■ PROBLEM TO WORK ON ■
The entire listing below is to be transcribed without a single slip.

■ EXERCISE DATA ■

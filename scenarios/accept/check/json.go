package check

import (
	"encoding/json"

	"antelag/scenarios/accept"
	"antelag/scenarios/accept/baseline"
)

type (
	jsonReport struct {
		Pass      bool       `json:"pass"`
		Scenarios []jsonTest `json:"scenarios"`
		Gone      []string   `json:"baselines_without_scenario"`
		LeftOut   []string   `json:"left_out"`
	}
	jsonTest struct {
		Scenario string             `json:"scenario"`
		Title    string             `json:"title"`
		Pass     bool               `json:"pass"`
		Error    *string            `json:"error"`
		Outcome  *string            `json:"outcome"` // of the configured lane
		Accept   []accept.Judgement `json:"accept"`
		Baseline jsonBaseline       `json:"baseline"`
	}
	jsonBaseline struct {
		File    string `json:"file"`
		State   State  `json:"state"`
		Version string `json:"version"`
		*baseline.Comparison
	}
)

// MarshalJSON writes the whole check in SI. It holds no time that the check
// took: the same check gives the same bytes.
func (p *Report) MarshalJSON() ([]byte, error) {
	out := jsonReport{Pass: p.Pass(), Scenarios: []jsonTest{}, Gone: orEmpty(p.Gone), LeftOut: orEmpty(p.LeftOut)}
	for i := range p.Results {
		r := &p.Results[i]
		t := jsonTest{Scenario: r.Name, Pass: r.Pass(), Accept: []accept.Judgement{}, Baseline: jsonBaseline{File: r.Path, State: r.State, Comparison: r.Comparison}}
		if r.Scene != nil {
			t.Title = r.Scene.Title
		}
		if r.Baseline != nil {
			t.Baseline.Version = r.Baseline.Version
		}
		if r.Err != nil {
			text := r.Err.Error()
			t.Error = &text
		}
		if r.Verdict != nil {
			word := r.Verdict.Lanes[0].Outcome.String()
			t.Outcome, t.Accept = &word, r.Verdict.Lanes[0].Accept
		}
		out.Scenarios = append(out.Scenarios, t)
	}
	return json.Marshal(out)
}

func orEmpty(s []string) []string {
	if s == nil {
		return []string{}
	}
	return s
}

■ RESULT OF THIS EXERCISE ■
filename scenarios/accept/check/json.go
package check

import (
	"encoding/json"

	"antelag/scenarios/accept"
	"antelag/scenarios/accept/baseline"
)

type (
	jsonReport struct {
		Pass      bool       `json:"pass"`
		Scenarios []jsonTest `json:"scenarios"`
		Gone      []string   `json:"baselines_without_scenario"`
		LeftOut   []string   `json:"left_out"`
	}
	jsonTest struct {
		Scenario string             `json:"scenario"`
		Title    string             `json:"title"`
		Pass     bool               `json:"pass"`
		Error    *string            `json:"error"`
		Outcome  *string            `json:"outcome"` // of the configured lane
		Accept   []accept.Judgement `json:"accept"`
		Baseline jsonBaseline       `json:"baseline"`
	}
	jsonBaseline struct {
		File    string `json:"file"`
		State   State  `json:"state"`
		Version string `json:"version"`
		*baseline.Comparison
	}
)

// MarshalJSON writes the whole check in SI. It holds no time that the check
// took: the same check gives the same bytes.
func (p *Report) MarshalJSON() ([]byte, error) {
	out := jsonReport{Pass: p.Pass(), Scenarios: []jsonTest{}, Gone: orEmpty(p.Gone), LeftOut: orEmpty(p.LeftOut)}
	for i := range p.Results {
		r := &p.Results[i]
		t := jsonTest{Scenario: r.Name, Pass: r.Pass(), Accept: []accept.Judgement{}, Baseline: jsonBaseline{File: r.Path, State: r.State, Comparison: r.Comparison}}
		if r.Scene != nil {
			t.Title = r.Scene.Title
		}
		if r.Baseline != nil {
			t.Baseline.Version = r.Baseline.Version
		}
		if r.Err != nil {
			text := r.Err.Error()
			t.Error = &text
		}
		if r.Verdict != nil {
			word := r.Verdict.Lanes[0].Outcome.String()
			t.Outcome, t.Accept = &word, r.Verdict.Lanes[0].Accept
		}
		out.Scenarios = append(out.Scenarios, t)
	}
	return json.Marshal(out)
}

func orEmpty(s []string) []string {
	if s == nil {
		return []string{}
	}
	return s
}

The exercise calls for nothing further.